Crusades
Origins of the Crusades
The Crusades were a series of religious wars initiated, supported, and sometimes directed by the Latin Church in the medieval period. The term refers especially to the Eastern Mediterranean campaigns in the period between 1095 and 1271 that had the objective of recovering the Holy Land from Islamic rule. The term has also been applied to other church-sanctioned campaigns fought to combat paganism and heresy, to resolve conflict among rival Roman Catholic groups, or to gain political and territorial advantage.
First Crusade (1096–1099)
The First Crusade was called in November 1095 by Pope Urban II at the town of Clermont in central France. The crusade was a response to an appeal for help that the Byzantine Emperor Alexios I Komnenos sent to the West in order to repel the invading Seljuq Turks in Anatolia. One of Urban's aims was to guarantee pilgrims access to the Eastern Mediterranean holy sites that were under Muslim control while hoping to reunify the Eastern and Western branches of Christendom after their split in 1054 with the East–West Schism and thus heal the rift in the Church.
Second Crusade (1147–1150)
The Second Crusade was started in response to the fall of the County of Edessa in 1144 to the forces of Zengi. The county had been founded during the First Crusade by King Baldwin I of Jerusalem in 1098. While it was the first Crusader state to be founded, it was also the first to fall.
Third Crusade (1189–1192)
The Third Crusade was an attempt by European leaders to reconquer the Holy Land from Saladin, the Kurdish Muslim military leader who had become the Sultan of Egypt and Syria. The campaign was largely successful, capturing the important cities of Acre and Jaffa, and reversing most of Saladin's conquests, but it failed to capture Jerusalem, the emotional and spiritual motivation of the Crusade.
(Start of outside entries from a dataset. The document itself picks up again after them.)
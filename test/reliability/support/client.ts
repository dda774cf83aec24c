import type { IntakeView } from '@app/contracts';
import { PASSWORD } from '../../support/factories/people';
import { type Program, until } from './program';

/** A person at the program's routes; a token is good for the programs of one secret, killed or not. */
export class RouteClient {
  private token = '';

  constructor(private readonly port: number) {}

  private url(path: string): string {
    return `http://127.0.0.1:${this.port}/api/${path}`;
  }

  async ready(program: Program): Promise<void> {
    await until(
      'the program answers',
      () =>
        fetch(this.url('health/ready')).then(
          (answer) => answer.ok,
          () => false,
        ),
      { program },
    );
  }

  async signIn(email: string): Promise<void> {
    const answer = await fetch(this.url('auth/sign-in'), {
      method: 'POST',
      headers: { 'content-type': 'application/json' },
      body: JSON.stringify({ email, password: PASSWORD }),
    });
    this.token = ((await answer.json()) as { accessToken: string }).accessToken;
  }

  upload(lineId: number, name: string, bytes: Buffer): Promise<IntakeView> {
    const form = new FormData();
    form.append('file', new Blob([Uint8Array.from(bytes)]), name);
    return this.send<IntakeView>(`lines/${lineId}/intakes`, { method: 'POST', body: form });
  }

  confirm(intakeId: number): Promise<IntakeView> {
    return this.send<IntakeView>(`intakes/${intakeId}/confirm`, { method: 'POST' });
  }

  intake(intakeId: number): Promise<IntakeView> {
    return this.send<IntakeView>(`intakes/${intakeId}`, {});
  }

  /** Begins to watch; `ended` resolves when the stream is over, also when it breaks. */
  async watch(intakeId: number): Promise<{ ended: Promise<void> }> {
    const answer = await fetch(this.url(`intakes/${intakeId}/events`), {
      headers: { authorization: `Bearer ${this.token}` },
    });
    const reader = answer.body?.getReader();
    await reader?.read();
    const drain = async (): Promise<void> => {
      while (!(await reader?.read())?.done);
    };
    return { ended: drain().catch(() => undefined) };
  }

  private async send<T>(path: string, init: RequestInit): Promise<T> {
    const answer = await fetch(this.url(path), { ...init, headers: { authorization: `Bearer ${this.token}` } });
    const body = (await answer.json()) as T;
    if (!answer.ok) throw new Error(`${path}: ${answer.status} ${JSON.stringify(body)}`);
    return body;
  }
}
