import { DEFAULT_LIMITS } from '../limits';
import { makeWorkbook, wrapSheets } from '../testing/make-workbook';
import { writeZip, type ZipPart } from '../testing/zip-writer';
import { columnLetters, columnOf } from './cell-names';
import { readFormatCode } from './formats';
import { readSheetRows, type SheetRow } from './sheet-rows';
import { openWorkbook } from './workbook-parts';

async function rowsOf(bytes: Buffer): Promise<SheetRow[]> {
  const book = await openWorkbook(bytes, DEFAULT_LIMITS);
  const rows: SheetRow[] = [];
  for await (const some of readSheetRows(book, book.sheets[0], DEFAULT_LIMITS, { cells: 0 })) rows.push(...some);
  return rows;
}
const contents = (row: SheetRow): (string | number | undefined)[] =>
  Array.from(row.cells.slice(1), (cell) => (cell ? (cell.kind === 'number' ? cell.number : cell.text) : undefined));
const fromXml = (xml: string, more: ZipPart[] = []): Promise<SheetRow[]> =>
  rowsOf(writeZip([...wrapSheets([{ name: 'S', xml }]), ...more]));

describe('readSheetRows', () => {
  it('reads cells whose names are left out', async () => {
    const rows = [
      ['a', 'b'],
      [1, 2],
    ];
    const read = await rowsOf(makeWorkbook({ sheets: [{ name: 'S', rows, isWithoutNames: true }] }));
    expect(read.map((row) => [row.number, ...contents(row)])).toEqual([
      [1, 'a', 'b'],
      [2, 1, 2],
    ]);
  });
  it('reads a formula whose stored result is zero, and tells one without a result', async () => {
    const rows = [[{ formula: 'A2-A2', result: 0 }, { formula: 'A2' }]];
    const [row] = await rowsOf(makeWorkbook({ sheets: [{ name: 'S', rows }] }));
    expect(row.cells[1]).toMatchObject({ kind: 'number', number: 0 });
    expect(row.cells[2]).toMatchObject({ kind: 'formula-without-result' });
  });
  it('reads names with a prefix, rich text, escapes and skips phonetic hints', async () => {
    const [row] = await fromXml(
      '<x:worksheet xmlns:x="http://schemas.openxmlformats.org/spreadsheetml/2006/main"><x:sheetData><x:row r="3">' +
        '<x:c r="B3" t="inlineStr"><x:is><x:r><x:t>Coat </x:t></x:r><x:r><x:t>weight_x000A_&amp;</x:t></x:r><x:rPh><x:t>no</x:t></x:rPh></x:is></x:c>' +
        '</x:row></x:sheetData></x:worksheet>',
    );
    expect([row.number, ...contents(row)]).toEqual([3, undefined, 'Coat weight\n&']);
  });
  it('finds shared texts wherever their part lies in the archive', async () => {
    const parts = wrapSheets([
      { name: 'S', xml: '<worksheet><sheetData><row><c t="s"><v>1</v></c></row></sheetData></worksheet>' },
    ]);
    const relations = parts.find((part) => part.name.endsWith('workbook.xml.rels'))!;
    relations.data = (relations.data as string).replace(
      '</Relationships>',
      '<Relationship Id="t" Type="x/sharedStrings" Target="/xl/sharedStrings.xml"/></Relationships>',
    );
    const shared = { name: 'xl/sharedStrings.xml', data: '<sst><si><t>no</t></si><si><t>yes</t></si></sst>' };
    const [first] = await rowsOf(writeZip([...parts, shared]));
    const [last] = await rowsOf(writeZip([shared, ...parts.reverse()]));
    expect([contents(first), contents(last)]).toEqual([['yes'], ['yes']]);
  });
  it('leaves out rows and cells that hold nothing', async () => {
    const rows = await fromXml(
      '<worksheet><sheetData><row r="1"><c r="A1" s="1"/></row><row r="2"><c r="C2"><v> </v></c><c r="D2"><v>4</v></c></row></sheetData></worksheet>',
    );
    expect(rows.map((row) => [row.number, ...contents(row)])).toEqual([[2, undefined, undefined, undefined, 4]]);
  });
  it.each([
    ['a column beyond the last', '<c r="XFE1"><v>1</v></c>'],
    ['a number that is none', '<c r="A1"><v>1x</v></c>'],
    ['a shared text that is not there', '<c r="A1" t="s"><v>7</v></c>'],
    ['an entity of its own', '<c r="A1" t="str"><v>&bomb;</v></c>'],
    ['a tag that is not closed', '<c r="A1"><v>1</v>'],
    ['nesting without end', '<a>'.repeat(80) + '</a>'.repeat(80)],
  ])('refuses %s as damaged', async (_, cell) => {
    const xml = `<worksheet><sheetData><row r="1">${cell}</row></sheetData></worksheet>`;
    await expect(fromXml(xml)).rejects.toMatchObject({ code: 'corrupt' });
  });
});

describe('column names', () => {
  it.each([
    [1, 'A'],
    [26, 'Z'],
    [27, 'AA'],
    [702, 'ZZ'],
    [703, 'AAA'],
    [16384, 'XFD'],
  ])('names column %i %s and back', (number, letters) => {
    expect(columnLetters(number)).toBe(letters);
    expect(columnOf(`${letters}17`)).toBe(number);
  });
  it.each(['', '12', 'a1', 'ABCDE1', 'A'])('finds no column in %p', (name) => {
    expect(columnOf(name)).toBe(0);
  });
});

describe('readFormatCode', () => {
  it.each(['yyyy\\-mm\\-dd', 'dd.mm.yyyy hh:mm', '[h]:mm:ss', '[$-407]d. mmm yyyy', '[mm]:ss.0'])(
    'knows %p as a date',
    (code) => {
      expect(readFormatCode(code).isDate).toBe(true);
    },
  );
  it.each(['General', '0.00', '#,##0.00 "g/m² dry"', '[Red]0.0', '0.00E+00', '@', '0.0\\ \\m'])(
    'knows %p as none',
    (code) => {
      expect(readFormatCode(code).isDate).toBe(false);
    },
  );
  it('knows percentages and leading zeros', () => {
    expect(readFormatCode('0.0%').isPercent).toBe(true);
    expect(readFormatCode('00000').zeroFill).toBe(5);
  });
});
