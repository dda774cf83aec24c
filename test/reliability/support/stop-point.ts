import type { IntakeProgress } from '@app/contracts';
import { Client } from 'pg';
import { until } from './program';

const KEY = 220_471;

/**
 * Holds a program at a point from outside: triggers that wait for a lock which the test holds, and table or row locks. The point is
 * reached when somebody waits.
 */
export class StopPoint {
  readonly progress: IntakeProgress[] = [];

  private constructor(
    private readonly holder: Client,
    private readonly watcher: Client,
    private readonly locker: Client,
  ) {}

  static async open(url: string): Promise<StopPoint> {
    const [holder, watcher, locker] = [1, 2, 3].map(() => new Client({ connectionString: url }));
    await Promise.all([holder, watcher, locker].map((client) => client.connect()));
    await watcher.query(`
      create function wait_for_test() returns trigger language plpgsql as $$
      begin
        perform pg_advisory_xact_lock_shared(${KEY});
        return new;
      end $$`);
    await holder.query('select pg_advisory_lock($1)', [KEY]);
    const point = new StopPoint(holder, watcher, locker);
    watcher.on('notification', ({ payload }) => point.progress.push(JSON.parse(payload ?? '{}') as IntakeProgress));
    await watcher.query('listen intake_progress');
    return point;
  }

  /** Whoever changes this row waits. */
  async atTrigger(table: string, event: 'insert' | 'update', condition = 'true'): Promise<void> {
    await this.watcher.query(
      `create trigger wait_here before ${event} on ${table} for each row when (${condition}) execute function wait_for_test()`,
    );
  }

  /** Whoever reads the table waits. */
  async atReading(table: string): Promise<void> {
    await this.holder.query(`begin; lock table ${table} in access exclusive mode`);
  }

  /** Ends that, but whoever locks a channel waits: recording verdicts begins with it. */
  async atChannelsInstead(): Promise<void> {
    await this.locker.query('begin; select 1 from channels for update');
    await this.holder.query('commit');
  }

  /** Until somebody waits for what is held here. */
  async reached(): Promise<void> {
    await until('the point is reached', async () => {
      const { rowCount } = await this.watcher.query(
        `select 1 from pg_locks where not granted and (database is null or database = (select oid from pg_database where datname = current_database()))
           and pid in (select pid from pg_stat_activity where datname = current_database())`,
      );
      return rowCount !== 0;
    });
  }

  /** Lets everything go on. */
  async release(): Promise<void> {
    await Promise.all([this.holder, this.watcher, this.locker].map((client) => client.end()));
  }
}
Fourth Crusade (1202–1204)
The Fourth Crusade was a Western European armed expedition called by Pope Innocent III, originally intended to conquer Muslim-controlled Jerusalem by means of an invasion through Egypt. Instead, in April 1204, the Crusaders of Western Europe invaded and sacked the Christian (Eastern Orthodox) city of Constantinople, capital of the Byzantine Empire.
Later Crusades
After the Fourth Crusade, the institution of the Crusade was significantly altered. The nature and purpose of crusading evolved almost entirely during the 13th century. The range of those considered fit for a crusade was widened to include criminals, who were promised amnesty at home and a clean slate with God, in return for service in defence of the faith. The object of crusading was extended from a struggle against external enemies of the faith, to include the internal enemies; the "heretics" within Christendom itself.
Impact of the Crusades
The Crusades had a profound impact on Western civilization. They resulted in a substantial weakening of the Byzantine Empire, which fell several centuries later to the Ottoman Turks. The Crusades also had a role in the creation and institutionalisation of the military and the Dominican orders as well as the Medieval Inquisition.